Well, the I-equivalence class does not specify the parameter values, whereas all of the individual models specify exact parameter values and the unique Bayes Net, which I have called the “consensus graph” above, is a mixture of those models and as such it has parameter values associated with it, which are unique (of course, you could re-express the same graph in terms of a different structure and with the appropriate changes in parameters, but that is really the same joint distribution …so for complete accuracy I should have said that there is a unique joint distribution).

The point is that there are likely some specific circumstances (perhaps if all relations are linear and all models specify multi-variate Gaussian distributions?) where the two procedures do give the same answer and in most cases they probably do not.

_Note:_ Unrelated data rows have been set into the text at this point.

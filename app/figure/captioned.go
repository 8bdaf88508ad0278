package figure

import (
	"bytes"
	"fmt"
	"image"
	"image/color"
	"path/filepath"
	"strings"

	"gonum.org/v1/plot"
	"gonum.org/v1/plot/vg"
	"gonum.org/v1/plot/vg/draw"
	"gonum.org/v1/plot/vg/vgimg"
	_ "gonum.org/v1/plot/vg/vgsvg" // SVG export

	"broadline/app/core"
)

// Captioned is a figure with the caption lines that go under it, as the
// export writes it.
type Captioned struct {
	Plot *plot.Plot
	// Residual, when not nil, is a panel drawn under Plot over the same x
	// range (see Display.Residuals).
	Residual *plot.Plot
	Caption  []string
}

// Model is the figure of bench b's model m on its epoch's observed
// spectrum, with the knock-out of element z drawn too when knock is not
// nil, and its caption (the model, the knock-out, the dataset's label and
// the cautions).
func Model(b *core.Bench, m core.Model, ov, knock *core.Overlay, z int, u core.WaveUnit) (*Captioned, error) {
	return ModelScene(b, m, ov, knock, z).Figure(Display{Axis: XAxis{Unit: u}})
}

// Comparison is the figure of one epoch's observed spectrum with the
// candidates' models, and its caption: one line per candidate with its
// parameters and composition, the dataset's label, and the cautions.
func Comparison(b *core.Bench, cmp *core.Comparison, u core.WaveUnit) (*Captioned, error) {
	d := b.Data
	title := fmt.Sprintf("%s, %g d after explosion: candidate compositions", d.Object, d.Epochs[cmp.Epoch].Days)
	p, err := Spectrum(b.Observed[cmp.Epoch], nil, title, u)
	if err != nil {
		return nil, err
	}
	var caption []string
	for i, c := range cmp.Candidates {
		ov := cmp.Models[i]
		name := fmt.Sprintf("%s  (χ²/N = %.2f)", c.Label, ov.Reduced())
		if ov.Preview {
			name += ", preview"
		}
		if err := AddSpectrumCurve(p, ov.Wavelength, ov.Flux, u, CandidateStyles[i%len(CandidateStyles)], name); err != nil {
			return nil, err
		}
		caption = append(caption, c.Model.Caption(c.Label))
	}
	return &Captioned{Plot: p, Caption: append(caption, d.CaptionTail()...)}, nil
}

// ExportFormats are the file types Export writes, by extension.
var ExportFormats = map[string]string{".png": "png", ".svg": "svg", ".pdf": "pdf"}

// Export writes the figure with its caption under it to path, as PNG, SVG
// or PDF by the path's extension, w × h in size (the caption takes its
// share of h), a PNG at 96 dpi. The file is written atomically: a failure
// leaves any earlier file at path as it was.
func (f *Captioned) Export(path string, w, h vg.Length) error {
	return f.export(path, w, h, 96, 1)
}

// Size is an export size: the figure's width, the height of its plot (the
// caption is added under it, so a long caption never squeezes the plot),
// the resolution of a PNG and the scale of the text against the plot's
// own sizes (titles 12 pt, ticks 10 pt; captions 8 pt).
type Size struct {
	Name       string
	Width      vg.Length
	PlotHeight vg.Length
	DPI        int
	TextScale  float64
}

// Sizes are the export sizes the workbench offers, the first the default.
// The column widths are the usual ones of astronomy journals (one column
// about 3.5 in, the full page width about 7.2 in; common practice), at the
// 300 dpi that journals ask of line art in raster form (common practice).
var Sizes = []Size{
	{Name: "two journal columns (7.2 in, 300 dpi)", Width: 7.2 * vg.Inch, PlotHeight: 4 * vg.Inch, DPI: 300, TextScale: 0.85},
	{Name: "one journal column (3.5 in, 300 dpi)", Width: 3.5 * vg.Inch, PlotHeight: 2.6 * vg.Inch, DPI: 300, TextScale: 0.7},
	{Name: "screen (10 in, 96 dpi)", Width: 10 * vg.Inch, PlotHeight: 5.5 * vg.Inch, DPI: 96, TextScale: 1},
}

// SizeNames are the names of Sizes, in order, for a selector.
func SizeNames() []string {
	out := make([]string, len(Sizes))
	for i, s := range Sizes {
		out[i] = s.Name
	}
	return out
}

// SizeNamed is the size of Sizes called name, and whether there is one.
func SizeNamed(name string) (Size, bool) {
	for _, s := range Sizes {
		if s.Name == name {
			return s, true
		}
	}
	return Size{}, false
}

// ExportSize writes the figure to path as Export does, at size s: s.Width
// wide, s.PlotHeight for the plot plus what the caption needs, the text
// scaled by s.TextScale, a PNG at s.DPI.
func (f *Captioned) ExportSize(path string, s Size) error {
	if s.Width <= 0 || s.PlotHeight <= 0 || s.DPI <= 0 || !(s.TextScale > 0) {
		return fmt.Errorf("export figure: size %q is not a size", s.Name)
	}
	_, capH := f.captionLines(s.Width, s.TextScale)
	return f.export(path, s.Width, s.PlotHeight+capH, s.DPI, s.TextScale)
}

func (f *Captioned) export(path string, w, h vg.Length, dpi int, scale float64) error {
	format, ok := ExportFormats[strings.ToLower(filepath.Ext(path))]
	if !ok {
		return fmt.Errorf("export figure: %s: unknown file type (use .png, .svg or .pdf)", filepath.Base(path))
	}
	var c vg.CanvasWriterTo
	switch format {
	case "pdf":
		c = newPDF(w, h) // not gonum's vgpdf: see pdf.go
	case "png":
		c = vgimg.PngCanvas{Canvas: vgimg.NewWith(vgimg.UseWH(w, h), vgimg.UseDPI(dpi))}
	default:
		var err error
		if c, err = draw.NewFormattedCanvas(w, h, format); err != nil {
			return fmt.Errorf("export figure: %w", err)
		}
	}
	restore := scaleText(f.Plot, scale)
	if f.Residual != nil {
		defer scaleText(f.Residual, scale)()
	}
	f.draw(c, scale)
	restore()
	var buf bytes.Buffer
	if _, err := c.WriteTo(&buf); err != nil {
		return fmt.Errorf("export figure: %w", err)
	}
	if err := core.WriteFileAtomic(path, buf.Bytes()); err != nil {
		return fmt.Errorf("export figure: %w", err)
	}
	return nil
}

// scaleText multiplies the sizes of p's texts (title, axis labels, tick
// labels, legend) and legend samples by k, and returns the function that
// puts them back.
func scaleText(p *plot.Plot, k float64) (restore func()) {
	if k == 1 {
		return func() {}
	}
	sizes := []*vg.Length{&p.Title.TextStyle.Font.Size, &p.X.Label.TextStyle.Font.Size, &p.Y.Label.TextStyle.Font.Size,
		&p.X.Tick.Label.Font.Size, &p.Y.Tick.Label.Font.Size, &p.Legend.TextStyle.Font.Size, &p.Legend.ThumbnailWidth,
		&p.X.Tick.Length, &p.Y.Tick.Length}
	old := make([]vg.Length, len(sizes))
	for i, s := range sizes {
		old[i] = *s
		*s = vg.Length(float64(*s) * k)
	}
	return func() {
		for i, s := range sizes {
			*s = old[i]
		}
	}
}

// captionStyle is the caption's text style at text scale k.
func (f *Captioned) captionStyle(k float64) draw.TextStyle {
	sty := f.Plot.Legend.TextStyle
	sty.Font.Size = vg.Length(float64(vg.Points(8)) * max(k, 0.875)) // 7 pt at the smallest
	sty.Color = color.Black
	return sty
}

const captionMargin = 8 // points, left and right of the caption

// captionLines are the caption's lines wrapped to width w at text scale k
// and the height they take.
func (f *Captioned) captionLines(w vg.Length, k float64) ([]string, vg.Length) {
	sty := f.captionStyle(k)
	var lines []string
	for _, c := range f.Caption {
		lines = append(lines, WrapText(c, w-2*vg.Points(captionMargin), sty.Width)...)
	}
	line := sty.FontExtents().Height * 1.25
	return lines, line*vg.Length(len(lines)) + vg.Points(6)
}

// draw draws the plot on cv with the caption lines under it, each wrapped
// at spaces to the canvas's width, the caption's text at scale k.
func (f *Captioned) draw(cv vg.CanvasSizer, k float64) {
	dc := draw.New(cv)
	sty := f.captionStyle(k)
	lines, capH := f.captionLines(dc.Max.X-dc.Min.X, k)
	line := sty.FontExtents().Height * 1.25
	f.drawPlots(draw.Crop(dc, 0, 0, capH, 0))
	for i, txt := range lines {
		dc.FillText(sty, vg.Point{X: dc.Min.X + vg.Points(captionMargin), Y: dc.Min.Y + capH - line*vg.Length(i+1)}, txt)
	}
}

// WrapText splits s at spaces into lines no wider than w as measured by
// width (a word wider than w gets a line of its own).
func WrapText(s string, w vg.Length, width func(string) vg.Length) []string {
	var out []string
	cur := ""
	for _, word := range strings.Fields(s) {
		next := word
		if cur != "" {
			next = cur + " " + word
		}
		if cur != "" && width(next) > w {
			out = append(out, cur)
			next = word
		}
		cur = next
	}
	if cur != "" {
		out = append(out, cur)
	}
	return out
}

// Render draws the figure with its caption into an image of w×h pixels at
// 96 dpi, for the screen.
func (f *Captioned) Render(w, h int) image.Image {
	const dpi = 96
	c := vgimg.NewWith(vgimg.UseWH(vg.Length(w)*vg.Inch/dpi, vg.Length(h)*vg.Inch/dpi), vgimg.UseDPI(dpi))
	f.draw(c, 1)
	return c.Image()
}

I also have not yet worked out the algorithm that finds the unique mixture model that has an equal distance to all k models, any hints for that? If the space is convex, closed and bounded this unique mixture-model is guaranteed to exist (right?); finding it is still another matter.

I think the confusion here is what you are trying to model.

Are you trying to do _descriptive inference_ and just model the observed distribution of A and B, aggregating P_i(A,B) over i in some way? Here you are fine modeling up to an equivalence class.

Or are you trying to do _causal inference_ to infer the unobserved causal graph G_i generating the distribution P_i(A|do(B)), say? Here you need to go beyond the equivalence class.

The problem with the latter is that it is not so simple to aggregate G_i over i, as illustrated by the convexity issue referred to above. Put plainly, an animal can be a dog or a cat but not a weighted average of both.

Well, what I’m interested in is to gain understanding of how a collective, wherein all the individuals have the same goals (for now) but potentially very different causal beliefs, can uncover (or come closer to) some true data generating process (causal relations and degrees of causation).